Lettera di un lettore di TPI alla redazione:
Mi sembra che, fino a questo momento, nessuno abbia rimarcato la corrispondenza, nel senso della partecipazione, tra il voto politico e quello della base alla “Costituente” del partito di Conte.
Montanari, sull’astensionismo, afferma che nessun discorso sul patrimonio culturale (le pietre) può stare in piedi senza tener conto del suo rapporto con i vivi oggi, intesi come comunità politica (il popolo).
Mi sorprende il fatto che, al Palazzo dei Congressi, abbiano votato solo il 54% degli aventi diritto, sui quesiti posti in essere, fino ad arrivare al 62% per l’epurazione di Grillo, non cittadini comuni ma persone che, qualche tempo fa, deliberatamente, avevano scelto la partecipazione attiva alla politica di quell’orientamento. Mi sorprende di più che nessun opinionista abbia ancora messo in correlazione le percentuali di questo evento con le contestazioni fatte in precedenza in relazione ad un partito (FdL), che in contesto elettorale, afferma di aver vinto con un 28% ma, in realtà non governa perchè l’hanno voluto gli Italiani, lo fa nel rapporto di una volontà espressa soltanto attraverso una percentuale riconducibile al 16%.
Se all’interno del contenitore degli iscritti al Movimento si verifica un astensionismo del genere, significa che, anche coloro che si ritenevano attivi, iniziano ad avere più di un dubbio. Il disinteresse per la votazione più importante, quella che avrebbe dovuto avere un plebiscito di partecipazione, rispecchia, in maniera ancora più grave, la disaffezione nazionale nei confronti della politica.
Conte è rimasto solo, non sta a me stabilire se questo sia stato un suo obiettivo ma se lo fosse stato, adesso bisognerebbe stabilirne i perchè.
Undici milioni di voti persi dal 2018, il 30% dei voti pro Grillo, saranno voti persi, il 48% degli astenuti alla Costituente non sono andati a votare nè sabato, nè domenica, figuriamoci se andranno alle prossime elezioni per votare il Professore. Qui si parla di un consenso futuro intorno al 5%.
A Conte non fregava nulla nè di Grillo, né dei Grillini. Votava PD e si sarebbe guardato bene dall’ entrare in collisione con la politica pregiudicando i suoi percorsi professionali, almeno fino a quando, al M5S, non si fosse prospettata una schiacciante vittoria alle politiche 2018, almeno fino a quando, in quell’ occasione, Bonafede lo ha invitato ad essere Ministro.

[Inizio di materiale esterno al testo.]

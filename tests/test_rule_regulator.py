"""logic.regulator: the logic supply's input rating and a linear regulator's heat."""

from __future__ import annotations

import re
from typing import Any

import pytest
from firstride_rules.logic.regulator import RULE

from reviewer.findings import Comparison, Finding, Severity
from reviewer.testing import rule_outputs, run_rule_on, variant

# An invented scooter: 10S lithium pack (42 V full, 30 V cut-off), a logic board with a sensor
# and a radio drawing 100 mA, fed by a linear regulator in a small package.
BUILD: dict[str, Any] = {
    "battery": {"chemistry": "li-ion", "cells_series": 10},
    "logic": {
        "supply_voltage": "5 V",
        "board_current": "100 mA",
        "regulator": {
            "kind": "linear",
            "input_max": "60 V",
            "output_voltage": "5 V",
            "quiescent_current": "5 mA",
            "thermal_resistance": "50 K/W",
            "max_junction_temperature": "125 degC",
        },
    },
    "usage": {"ambient_temperature": "25 degC"},
}


def build(**changes: Any) -> dict[str, Any]:
    return variant(BUILD, **changes)


def by_subject(data: dict[str, Any]) -> dict[str, Finding]:
    findings = run_rule_on(RULE, data)
    subjects = [f.subject for f in findings]
    assert len(subjects) == len(set(subjects)), "one finding per subject"
    return {f.subject: f for f in findings}


def figure(data: dict[str, Any], name: str) -> Any:
    _, figures, _ = rule_outputs(RULE, data)
    (match,) = [f for f in figures if f.name == name]
    return match.value


def test_rule_id() -> None:
    assert RULE.id == "logic.regulator"


def test_check_value_42_v_to_5_v_overheats() -> None:
    # domain brief check value (derived from P = (Vin - Vout) I_out + Vin I_q): 42 V to 5 V
    # at 0.1 A is 3.7 W, plus 42 V x 5 mA quiescent = 3.91 W; at 50 K/W a 195.5 K rise
    # (JEDEC JESD51 Tj = Ta + P R_th, from memory) puts the junction at 220.5 degC
    data = build()
    assert figure(data, "logic regulator dissipation").m_as("W") == pytest.approx(3.91)
    heat = by_subject(data)["regulator heat"]
    assert heat.severity is Severity.FIX
    assert heat.measured.m_as("degC") == pytest.approx(25.0 + 3.91 * 50.0)
    assert heat.limit.m_as("degC") == pytest.approx(125.0)
    assert "3.91 W" in heat.rationale


def test_linear_regulator_for_sensor_and_radio_overheats_and_remedy_names_alternatives() -> None:
    # common practice: a linear regulator that has to supply a sensor and a radio from a high
    # pack voltage overheats, and a separate 5 V supply (or a switching regulator) solves it
    heat = by_subject(build())["regulator heat"]
    assert heat.severity is Severity.FIX
    assert heat.remedy is not None
    assert "switching regulator" in heat.remedy
    assert "separate 5 V supply" in heat.remedy
    assert "85 %" in heat.remedy  # the profile's switching efficiency, common practice


def test_load_budget_in_the_remedy_passes_when_rerun() -> None:
    # inverting Tj = Ta + P R_th: (100 K / 50 K/W - 0.21 W) / 37 V = 48.4 mA, whole mA down
    heat = by_subject(build())["regulator heat"]
    match = re.search(r"load of at most (\d+) mA", heat.remedy or "")
    assert match, heat.remedy
    budget = int(match.group(1))
    assert budget == 48
    assert by_subject(build(logic__board_current=f"{budget} mA"))["regulator heat"].severity is (
        Severity.PASS
    )
    over = build(logic__board_current=f"{budget + 1} mA")
    assert by_subject(over)["regulator heat"].severity is Severity.FIX


def test_heatsink_in_the_remedy_passes_when_rerun() -> None:
    # Tj = Ta + P R_th: 100 K over 3.91 W allows 25.5 K/W junction to air
    heat = by_subject(build())["regulator heat"]
    match = re.search(r"thermal resistance is at most ([\d.]+) K/W", heat.remedy or "")
    assert match, heat.remedy
    r_th = float(match.group(1))
    assert r_th == pytest.approx(25.5, abs=0.05)
    rerun = by_subject(build(logic__regulator__thermal_resistance=f"{r_th} K/W"))
    assert rerun["regulator heat"].severity is Severity.PASS


def test_low_pack_voltage_passes() -> None:
    # P = (Vin - Vout) I_out + Vin I_q: a 3S pack (12.6 V full) gives 0.76 + 0.063 W, a 41 K
    # rise: a linear regulator is fine from a low voltage
    data = build(battery={"chemistry": "li-ion", "cells_series": 3})
    heat = by_subject(data)["regulator heat"]
    assert heat.severity is Severity.PASS
    assert heat.measured.m_as("degC") == pytest.approx(25.0 + (7.6 * 0.1 + 12.6 * 0.005) * 50.0)
    assert heat.remedy is None


def test_input_over_the_regulator_maximum_is_stop_and_remedy_passes_when_rerun() -> None:
    # the regulator's datasheet maximum input against the 10S pack's 42 V (4.2 V per cell,
    # Linden, Handbook of Batteries, from memory)
    findings = by_subject(build(logic__regulator__input_max="35 V"))
    finding = findings["regulator input"]
    assert finding.severity is Severity.STOP
    # the rating is measured against what it must reach, as voltage.ratings states it
    assert finding.measured.m_as("V") == pytest.approx(35.0)
    assert finding.limit.m_as("V") == pytest.approx(42.0)
    assert finding.comparison is Comparison.AT_LEAST
    match = re.search(r"rated for at least (\d+) V input", finding.remedy or "")
    assert match, finding.remedy
    rerun = by_subject(build(logic__regulator__input_max=f"{match.group(1)} V"))
    assert rerun["regulator input"].severity is Severity.PASS


def test_charger_voltage_above_full_is_what_the_regulator_sees() -> None:
    # the logic may run while charging: a charger set to 43 V is then the input voltage
    data = build(battery={"chemistry": "li-ion", "cells_series": 10, "charger_voltage": "43 V"})
    data["logic"]["regulator"]["input_max"] = "42.5 V"
    finding = by_subject(data)["regulator input"]
    assert finding.severity is Severity.STOP
    assert finding.limit.m_as("V") == pytest.approx(43.0)
    assert "43 V charger" in finding.rationale


def test_switching_regulator_passes_and_reports_its_input_current() -> None:
    # energy balance: 5 V x 0.1 A at 85 % (profile, common practice) from the 30 V cut-off
    # (3.0 V per cell, from memory) is 19.6 mA
    data = build(logic__regulator={"kind": "switching", "input_max": "60 V"})
    findings = by_subject(data)
    assert set(findings) == {"regulator input"}
    finding = findings["regulator input"]
    assert finding.severity is Severity.PASS
    current = figure(data, "logic regulator input current").m_as("mA")
    assert current == pytest.approx(0.5 / 0.85 / 30.0 * 1000.0)
    assert "19.6 mA" in finding.rationale


def test_switching_regulator_over_its_input_rating_is_stop() -> None:
    data = build(logic__regulator={"kind": "switching", "input_max": "36 V"})
    assert by_subject(data)["regulator input"].severity is Severity.STOP


def test_brake_coil_on_the_rail_is_added() -> None:
    # P = (Vin - Vout) I_out + Vin I_q with a 60 mA relay coil (common practice: a relay
    # with a coil near 60 mA) on the rail besides the 100 mA board
    data = build(brakes=[{"kind": "dynamic", "coil_current": "60 mA"}])
    assert figure(data, "logic rail current").m_as("mA") == pytest.approx(160.0)
    assert figure(data, "logic regulator dissipation").m_as("W") == pytest.approx(
        37.0 * 0.16 + 42.0 * 0.005
    )


def test_brake_coil_listed_as_a_logic_load_is_counted_once() -> None:
    coil = {"name": "brake relay", "pins": ["P5"], "current": "60 mA", "inductive": True}
    lamp = {"name": "lamp", "pins": ["P6"], "current": "10 mA"}
    data = build(brakes=[{"kind": "dynamic", "coil_current": "60 mA"}])
    data["logic"]["loads"] = [coil, lamp]
    assert figure(data, "logic rail current").m_as("mA") == pytest.approx(170.0)
    _, _, notes = rule_outputs(RULE, data)
    assert any("counted once" in note.text for note in notes)


def test_defaults_are_flagged() -> None:
    data = build()
    for key in ("quiescent_current", "max_junction_temperature"):
        data["logic"]["regulator"].pop(key)
    data["usage"] = {}
    _, _, notes = rule_outputs(RULE, data)
    texts = " ".join(note.text for note in notes)
    assert "quiescent current not given: 5 mA" in texts
    assert "junction temperature not given: 125 °C" in texts
    assert "usage.ambient_temperature not given: 35 °C" in texts


def test_a_board_said_absent_passes_with_nothing_to_check() -> None:
    findings = run_rule_on(RULE, {"battery": BUILD["battery"], "logic": {"present": False}})
    assert len(findings) == 1
    assert findings[0].severity is Severity.PASS
    assert "no separate logic board" in findings[0].rationale


def test_a_board_left_out_is_unassessed_not_a_pass() -> None:
    # an absent input never takes the favourable value: no [logic] is not "no logic board"
    findings = run_rule_on(RULE, {"battery": BUILD["battery"]})
    assert [f.severity for f in findings] == [Severity.UNASSESSED]
    assert findings[0].missing == ("logic",)


def test_a_board_said_absent_cannot_also_have_loads() -> None:
    import pytest

    with pytest.raises(Exception, match="present = false"):
        run_rule_on(RULE, {"logic": {"present": False, "board_current": "40 mA"}})


def test_logic_board_without_regulator_is_unassessed() -> None:
    findings = run_rule_on(RULE, build(logic__regulator=None))
    assert len(findings) == 1
    assert findings[0].severity is Severity.UNASSESSED
    assert findings[0].missing == ("logic.regulator",)


def test_missing_linear_inputs_are_named() -> None:
    data = build(logic__board_current=None, logic__regulator__thermal_resistance=None)
    heat = by_subject(data)["regulator heat"]
    assert heat.severity is Severity.UNASSESSED
    assert set(heat.missing) == {"logic.regulator.thermal_resistance", "logic.board_current"}


def test_output_voltage_falls_back_to_the_logic_supply() -> None:
    data = build(logic__regulator__output_voltage=None)
    assert by_subject(data)["regulator heat"].severity is Severity.FIX
    data["logic"].pop("supply_voltage")
    heat = by_subject(data)["regulator heat"]
    assert heat.severity is Severity.UNASSESSED
    assert heat.missing == ("logic.regulator.output_voltage",)


def test_missing_input_rating_and_pack_are_unassessed() -> None:
    finding = by_subject(build(logic__regulator__input_max=None))["regulator input"]
    assert finding.severity is Severity.UNASSESSED
    assert finding.missing == ("logic.regulator.input_max",)
    no_pack = run_rule_on(RULE, build(battery=None))
    assert [f.missing for f in no_pack] == [("battery",)]
    off_pack = run_rule_on(RULE, build(logic__regulator__fed_from_pack=False))
    assert [f.severity for f in off_pack] == [Severity.UNASSESSED]


def test_input_is_judged_as_voltage_ratings_judges_it() -> None:
    # one judgement for one part: the same severity, limit and words in both rules
    from firstride_rules.voltage.ratings import RULE as VOLTAGE

    for input_max in ("35 V", "42 V", "60 V", None):  # 42 V full: 10 x 4.2 V (from memory)
        for charger in (None, "43 V"):
            data = build(logic__regulator__input_max=input_max)
            if charger is not None:
                data["battery"]["charger_voltage"] = charger
            ours = by_subject(data)["regulator input"]
            theirs = next(
                f for f in run_rule_on(VOLTAGE, data) if f.subject == "logic regulator input"
            )
            assert ours.severity is theirs.severity
            assert (ours.measured, ours.limit, ours.remedy) == (
                theirs.measured,
                theirs.limit,
                theirs.remedy,
            )
            assert ours.rationale.startswith(theirs.rationale)


def test_separate_supply_input_voltage_is_judged() -> None:
    # 42 V to 5 V at 0.1 A is 3.7 W (domain brief, derived); fed from a 12 V supply instead,
    # P = (12 - 5) x 0.1 = 0.7 W (P = (Vin - Vout) I, the linear regulator's loss)
    from firstride_rules.logic.regulator import RULE

    from reviewer.testing import run_rule_on

    data = {
        "battery": {"chemistry": "li-ion", "cells_series": 10},
        "logic": {
            "board_current": "100 mA",
            "regulator": {
                "kind": "linear",
                "fed_from_pack": False,
                "input_voltage": "12 V",
                "input_max": "10 V",
                "output_voltage": "5 V",
                "quiescent_current": "0.001 mA",
                "thermal_resistance": "50 K/W",
                "max_junction_temperature": "125 degC",
            },
        },
        "usage": {"ambient_temperature": "25 degC"},
    }
    findings = {f.subject: f for f in run_rule_on(RULE, data)}
    assert findings["regulator input"].severity.value == "stop"  # 10 V rating, fed 12 V
    data["logic"]["regulator"]["input_max"] = "16 V"
    findings = {f.subject: f for f in run_rule_on(RULE, data)}
    assert findings["regulator input"].severity.value == "pass"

Il Potere è un gran brutto vizio e quando lo assaggi nessuno è disposto a condividerlo con altri. Conte è tornato da Bruxelles con duecentotrenta miliardi ma non si può essere tanto ingenui da pensare che L’Europa potesse far gestire a Conte e a Renzi quella montagna di soldi. Draghi era già “Conditio sine qua non”, Draghi avrebbe avuto la gestione diretta di quei soldi elargiti come Monti lo fu quando i soldi ce li dovevano levare. Ad agosto, Draghi parla da leader dal palco di CL, sempre ad agosto, Di Maio confessa a Di Battista che il governo cadrà ad ottobre (poi febbraio, causa covid).
Tutti gli addetti ai lavori sapevano, meno che noi cittadini.
Conte, nonostante le 40 fiducie al governo Draghi, salva la faccia, Grillo, che naturalmente sapeva tutto anche Lui, non ce la fa e si sputtana attraverso la sua amara ironia dei Draghi e Cingolani grillini.
Adesso Conte è ancora lì, ma non è giusto che chiami Movimento Cinque Stelle questa sua creatura destinata a portarlo dove solo lui pensa di arrivare.